Neither main/WinMain/wmain/wWinMain are actually the methods called on program l...

codeflo · on July 10, 2023

> The pre-main runtime doesn't do much

This only applies to C++, but the CRT runs all constructors of global variables before main/WinMain. (Or rather, the CRT calls a special function that the compiler generates for this purpose and links into the executable.) In some codebases, that's quite a lot of stuff.

account42 · on July 10, 2023

There is also initialization relevant for C code, e.g. strlen() will crash if you call it from the startup function directly without properly initializing msvcrt.

amluto · on July 10, 2023

> On most platforms you can get argc and argv[] through the right system calls

Not (reliably) on Linux or, as far as I know, on similar systems. argv, environ, and the aux vector come from a horrible data structure the kernel creates on the stack.

matheusmoreira · on July 10, 2023

The kernel just copies the data to the program's stack in a contiguous manner.
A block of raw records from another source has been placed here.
// @vitest-environment jsdom
/**
 * The run every new detailer is shown: NPS 4 STD, class 150 weld-neck contact face, 3'-1 1/2" east, 2'-8" up,
 * 1'-9 3/4" north, then 45° up-north 3'-0" to the center of a class 150 flanged gate valve; root gaps and gasket 1/8 in.
 * Cut lengths 28 1/4, 19 3/4, 13 and 25 5/8 in: hand checks from the tables (4 in weld-neck hub 3, LR take-out 6,
 * 45 take-out 2 1/2, gate valve half of 9).
 */
import { act, cleanup, fireEvent, render, screen, waitFor } from "@testing-library/react";
import { afterEach, beforeEach, describe, expect, it, vi } from "vitest";
import { writeDraft } from "@/components/run-editor/draft-store";
import { RunEditor } from "@/components/run-editor/run-editor";
import { lineDetail } from "./fixtures";

const MOST_KEYSTROKES = 120;

/** Types as a person does: one key at a time into whatever has the focus, counting each. */
class Keyboard {
  count = 0;

  private get field(): HTMLInputElement {
    const field = document.activeElement;
    if (!(field instanceof HTMLInputElement)) throw new Error("Nothing to type into has the focus.");
    return field;
  }

  press(key: string, held: { ctrlKey?: boolean; shiftKey?: boolean; altKey?: boolean } = {}): void {
    this.count += 1;
    const field = this.field;
    const taken = !fireEvent.keyDown(field, { key, ...held });
    if (taken || key.length > 1) return;
    const [from, to] = [field.selectionStart ?? field.value.length, field.selectionEnd ?? field.value.length];
    const value = field.value.slice(0, from) + key + field.value.slice(to);
    fireEvent.change(field, { target: { value } });
    field.setSelectionRange(from + 1, from + 1);
  }

  type(text: string): void {
    for (const key of text) this.press(key);
  }
}

function cutLengths(): string[] {
  return [...document.querySelectorAll("[data-cut]")].map((cell) => cell.textContent ?? "");
}

/** What was sent to keep the line, in order. */
function saves(): readonly (readonly [unknown, RequestInit | undefined])[] {
  return vi.mocked(fetch).mock.calls.filter(([, request]) => request?.method === "PUT") as never;
}

function open(): void {
  render(<RunEditor line={lineDetail()} viewer={{ personId: "person-1", name: "R. Tanaka" }} onUploads={async () => undefined} />);
}

describe("typing a run by keyboard alone", () => {
  beforeEach(() => {
    localStorage.clear();
    vi.stubGlobal("fetch", vi.fn(async () => new Response(JSON.stringify({ version: 2, savedAt: "2026-03-02T10:00:00Z" }), { status: 200 })));
  });
  afterEach(() => {
    cleanup();
    vi.unstubAllGlobals();
  });

  it("takes at most 120 keystrokes and gives the four cut lengths", async () => {
    open();
    const keys = new Keyboard();
    keys.type("wn");
    keys.press("Enter");
    keys.type("e 3-1 1/2");
    keys.press("Enter");
    keys.type("u 2-8");
    keys.press("Enter");
    keys.type("n 1-9 3/4");
    keys.press("Enter");
    keys.type("un 3-0");
    keys.press("Tab");
    keys.type("gate");
    keys.press("Enter");
    expect(keys.count).toBeLessThanOrEqual(MOST_KEYSTROKES);
    await waitFor(() => expect(cutLengths()).toEqual(["28 1/4 in", "19 3/4 in", "13 in", "25 5/8 in"]));
    expect(screen.getByText(`3'-1 1/2" east`)).toBeTruthy();
    // The drawing comes after the cut lengths; pointing at a leg leads to its row.
    const legs = () => [...document.querySelectorAll('svg[role=img] g[data-ref^="leg:"], svg[role=img] g[data-ref^="piece:"]')];
    await waitFor(() => expect(legs().length).toBeGreaterThan(0), { timeout: 20_000 });
    const leg = legs()[0];
    if (!leg) throw new Error("No leg is drawn.");
    fireEvent.click(leg);
    expect(document.activeElement?.getAttribute("data-cell")).toBe("main|1|move");
    expect(document.querySelector('[role=row][aria-selected=true]')?.getAttribute("aria-rowindex")).toBe("3");
  });

  it("keeps a wrong entry with its sentence and lets Ctrl+Z take back one entry at a time", async () => {
    open();
    const keys = new Keyboard();
    keys.type("wn");
    keys.press("Enter");
    keys.type("e 3-1 1/3");
    keys.press("Enter");
    expect(screen.getByRole("alert").textContent).toMatch(/1\/3/);
    expect((document.activeElement as HTMLInputElement).value).toBe("e 3-1 1/3");
    keys.press("Escape");
    expect(screen.queryByRole("alert")).toBeNull();
    keys.type("e 3-0");
    keys.press("Enter");
    expect(screen.getByText(`3'-0" east`)).toBeTruthy();
    keys.press("ArrowUp");
    keys.type("x");
    keys.press("Enter");
    keys.press("Escape");
    keys.type("w 2-0");
    keys.press("Enter");
    expect(screen.getByText(`2'-0" west`)).toBeTruthy();
    keys.press("z", { ctrlKey: true });
    keys.press("z", { ctrlKey: true });
    await waitFor(() => expect(screen.queryByText(`3'-0" east`)).toBeNull());
    keys.press("y", { ctrlKey: true });
    expect(screen.getByText(`3'-0" east`)).toBeTruthy();
  });

  it("picks an item from the list with the arrows", () => {
    open();
    const keys = new Keyboard();
    keys.type("g");
    expect(screen.getByRole("listbox", { name: "Items" }).textContent).toContain("gate valve");
    keys.press("ArrowDown");
    keys.press("Enter");
    expect(screen.getByDisplayValue("gate")).toBeTruthy();
  });

  it("saves by itself after a quiet moment, with the version it started from", async () => {
    vi.useFakeTimers();
    open();
    const keys = new Keyboard();
    keys.type("wn");
    keys.press("Enter");
    await act(async () => vi.advanceTimersByTimeAsync(900));
    const [path, request] = saves()[0] ?? [];
    expect(path).toBe("/api/lines/line-1");
    expect(request?.method).toBe("PUT");
    expect(JSON.parse(String(request?.body))).toMatchObject({ version: 1, document: { number: "4-CW-101" } });
    expect(document.querySelector("[data-save]")?.getAttribute("data-save")).toBe("saved");
    vi.useRealTimers();
  });

  it("tells who saved in the meantime and sends nothing more", async () => {
    vi.useFakeTimers();
    vi.mocked(fetch).mockImplementation(async () => new Response(JSON.stringify({ message: "Saved by someone else.", code: "conflict", currentVersion: 4, by: "M. Okafor", at: "2026-03-02T10:00:00Z" }), { status: 409 }));
    open();
    const keys = new Keyboard();
    keys.type("wn");
    keys.press("Enter");
    await act(async () => vi.advanceTimersByTimeAsync(900));
    expect(screen.getByText(/M. Okafor saved this line at/)).toBeTruthy();
    expect(screen.getByRole("button", { name: "Keep mine as a copy" })).toBeTruthy();
    keys.type("e 1-0");
    keys.press("Enter");
    await act(async () => vi.advanceTimersByTimeAsync(5_000));
    expect(saves()).toHaveLength(1);
    vi.useRealTimers();
  });

  it("keeps unsent work in the browser and brings it back on opening", async () => {
    vi.useFakeTimers();
    vi.mocked(fetch).mockImplementation(async () => Promise.reject(new TypeError("offline")));
    open();
    const keys = new Keyboard();
    keys.type("wn");
    keys.press("Enter");
    await act(async () => vi.advanceTimersByTimeAsync(900));
    expect(screen.getByText(/Not saved: no connection/)).toBeTruthy();
    cleanup();
    await act(async () => open());
    expect(screen.getByText(/were not saved were kept in this browser/)).toBeTruthy();
    expect(screen.getByDisplayValue("wn")).toBeTruthy();
    vi.useRealTimers();
  });

  it("sends restored work with the version it started from, so that another's save is told and not overwritten", async () => {
    vi.useFakeTimers();
    writeDraft("line-1", "person-1", { document: { ...lineDetail().document, title: "Mine" }, version: 1, at: "2026-03-01T09:00:00Z" });
    render(<RunEditor line={lineDetail({ version: 5 })} viewer={{ personId: "person-1", name: "R. Tanaka" }} onUploads={async () => undefined} />);
    await act(async () => vi.advanceTimersByTimeAsync(900));
    expect(JSON.parse(String(saves()[0]?.[1]?.body))).toMatchObject({ version: 1, document: { title: "Mine" } });
    vi.useRealTimers();
  });

  it("offers no typing to those who only read", () => {
    render(<RunEditor line={lineDetail({ editable: false })} viewer={{ personId: "person-2", name: "I. Novak" }} onUploads={async () => undefined} />);
    expect(screen.getAllByRole("gridcell")[0]?.querySelector("input")?.readOnly).toBe(true);
    expect(screen.queryByRole("button", { name: "Undo" })).toBeNull();
  });
});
Obtaining pointers to them can seem somewhat magical if you're writing a nolibc program but I wouldn't call it horrible.

I implemented it for my programming language with some rather simple assembly code:

https://github.com/lone-lang/lone/blob/master/arch/x86_64.c#...

https://github.com/lone-lang/lone/blob/master/arch/aarch64.c...

ithkuil · on July 10, 2023

The structure may be "horrible" but why so you say it's unreliable? It's part of the kernel/user space contract.

The same information is also exposed via the /proc FS FWIW

amluto · on July 10, 2023

I’m saying you can’t reliably get the information from syscalls. The runtime (i.e. whatever implements the actual entry point declared in the ELF headers) can get it reliably, as can any other code to which the runtime gives an appropriate pointer.

You can’t assume that /proc is procfs if you’re writing a low level runtime library.

ithkuil · on July 10, 2023

is your concern that some code in the process has clobbered the data that lives before the top of the stack?

amluto · on July 10, 2023

If you can find the top of the stack, you can read the contents with reasonable reliability. But the top of the stack is not at a fixed address, and if you are writing low enough level code (container manager, init, etc), poking around in /proc at startup is not a great idea.

If you’re wiring a real runtime library, none of this matters: the kernel passes a pointer in a register at startup.

ithkuil · on July 10, 2023

Do whatever libc's getauxval does to find the aux vector. Then env array is just below it, and the argv is below that iirc.

EDIT: I agree it's ugly, I'm just not sure if is fair to call it brittle

amluto · on July 10, 2023

The “whatever” is that glibc is the implementation of the ELF entry point. It remembers where the data structure is.